By the way, Santiago-Romero is safe from recall. I honestly thought the limitation on recalls was the last six months of an official’s term and the first six. That’s what I thought when I filed a petition last month to have her recalled for embezzling taxpayer money to fund the creation and distribution of her re-election campaign materials in December of last year.
But it’s actually a full year, so the Wayne County Election Commission was spared having to put on the charade of rejecting my recall petition for “lack of clarity.” The other reason to reject a recall petition is for not being factual, but the commission don’t like to use that reason because facts are much easier to argue in court than a supposed lack of clarity.
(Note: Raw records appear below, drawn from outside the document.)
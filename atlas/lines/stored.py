"""The ``lines`` group of a star's store: the lines predicted for that star.

``to_dataset(predicted)`` turns the table of ``atlas.lines.predict.predict_depths``
into a Dataset with dimension ``line`` (written by ``atlas.store.write_lines``);
``from_dataset(ds)`` reads it back as a DataFrame with the columns of the line list
the viewer's markers use, the coarse ``strength`` class derived from the predicted
depth (``strength_of_depth``).
"""

from __future__ import annotations

import numpy as np
import pandas as pd
import xarray as xr

#: Stored columns and their dtypes.
STORED = {
    "vacuum_A": np.float64,
    "air_A": np.float64,
    "lower_eV": np.float64,
    "loggf": np.float64,
    "predicted_depth": np.float32,
}
#: Depth limits of the coarse strength classes 1, 2, 3 (4 below): our own scale,
#: chosen so class 1 are the saturated lines that dominate a strip.
STRENGTH_DEPTHS = (0.5, 0.25, 0.1)


def strength_of_depth(depth) -> np.ndarray:
    """Coarse strength class 1 (deepest) .. 4 of predicted depths (see ``STRENGTH_DEPTHS``)."""
    d = np.asarray(depth, dtype=np.float64)
    return 4 - np.searchsorted(np.array(STRENGTH_DEPTHS[::-1]), d, side="right")


def to_dataset(predicted: pd.DataFrame, **attrs) -> xr.Dataset:
    """The predicted lines as a Dataset (dimension ``line``); ``attrs`` describe the star."""
    df = predicted.sort_values("vacuum_A", kind="stable")
    data = {k: ("line", df[k].to_numpy(dtype=t)) for k, t in STORED.items()}
    # variable-length strings: Zarr v3 has no specified fixed-width unicode type
    data["species"] = ("line", df["species"].astype(str).to_numpy().astype(object))
    ds = xr.Dataset(data)
    ds.attrs.update({k: v for k, v in attrs.items() if v is not None}, medium="vacuum", frame="rest")
    return ds


def from_dataset(ds: xr.Dataset) -> pd.DataFrame:
    """The stored lines as a DataFrame: ``species``, ``air_A``, ``vacuum_A``, ``lower_eV``,
    ``loggf``, ``predicted_depth``, ``strength``, ``kind`` (atomic), ``telluric`` (False);
    ``attrs`` the group's (``teff_k``, ``logg``, ``line_fwhm_kms``, ...)."""
    out = pd.DataFrame({"species": [str(s) for s in ds["species"].values.tolist()]})
    for k in STORED:
        out[k] = ds[k].values.astype(np.float64)
    out["strength"] = strength_of_depth(out["predicted_depth"]).astype(np.int64)
    out["kind"] = "atomic"
    out["telluric"] = False
    out = out.sort_values("vacuum_A", kind="stable").reset_index(drop=True)
    out.attrs.update(ds.attrs)
    return out
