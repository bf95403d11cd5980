"""Whole-file compression (gzip, bzip2), recognised by magic bytes, not by name.

A compressed spectrum (``.fits.gz``, ``.fits.bz2``, ``.csv.gz``, ``.txt.gz`` or any
name) is unpacked into a private temporary folder, read there by the usual
picker, and the result points back at the compressed file (``source_path``,
``source_sha256`` of the bytes on disk).  Tile-compressed FITS (``.fz``) needs
none of this: it is a FITS file whose images astropy decompresses itself.

Magic bytes: gzip ``1f 8b`` (RFC 1952, sect. 2.3.1); bzip2 ``BZh`` followed by the
block-size digit ``1``-``9`` (common practice: the bzip2 file header).
"""

from __future__ import annotations

import bz2
import contextlib
import gzip
import os
import shutil
import tempfile
import zlib

from atlas.errors import InputError

#: Name endings dropped from the unpacked copy (so ``a.csv.gz`` is read as ``a.csv``).
COMPRESSED_SUFFIXES = (".gz", ".gzip", ".bz2", ".bzip2")


def kind(path) -> str | None:
    """``gzip``, ``bzip2`` or None from the first bytes of a file."""
    try:
        with open(path, "rb") as fh:
            head = fh.read(4)
    except OSError:
        return None
    if head[:2] == b"\x1f\x8b":
        return "gzip"
    if head[:3] == b"BZh" and head[3:4].isdigit() and head[3:4] != b"0":
        return "bzip2"
    return None


def _inner_name(path) -> str:
    name = os.path.basename(os.fspath(path))
    for suffix in COMPRESSED_SUFFIXES:
        if name.lower().endswith(suffix) and len(name) > len(suffix):
            return name[: -len(suffix)]
    return name


@contextlib.contextmanager
def unpacked(path):
    """The path of an unpacked copy of a compressed file (removed afterwards)."""
    p = os.fspath(path)
    opener = gzip.open if kind(p) == "gzip" else bz2.open
    with tempfile.TemporaryDirectory(prefix="striae-unpack-") as folder:
        target = os.path.join(folder, _inner_name(p))
        try:
            with opener(p, "rb") as src, open(target, "wb") as dst:
                shutil.copyfileobj(src, dst, 1 << 20)
        except (OSError, EOFError, zlib.error, ValueError) as exc:
            what = "gzip" if opener is gzip.open else "bzip2"
            raise InputError(p, f"corrupt {what} file: cannot unpack it ({exc})") from None
        if os.path.getsize(target) == 0:
            raise InputError(p, "empty file once unpacked (0 bytes)")
        try:
            yield target
        except InputError as exc:
            if exc.where == target:  # name the file the user gave, not our copy
                raise InputError(p, exc.reason) from None
            raise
None of the other council members have replied to the change.org petition as of yet. But I’m a lot more willing to cut them slack because they’re not the ones who have explicitly refused to listen to me for the past four years. Santiago-Romero has decided that she’s way too important, and that I, one of her constituents, is not important at all.
But now let’s see if she has the guts to tell Black Tech Saturdays and however many people sign the change.org petition that she’s too busy and too important to bother at least saying a few empty platitudes.
Please sign the change.org petition. Hopefully the other councilmembers will agree. We can get this done without Santiago-Romero.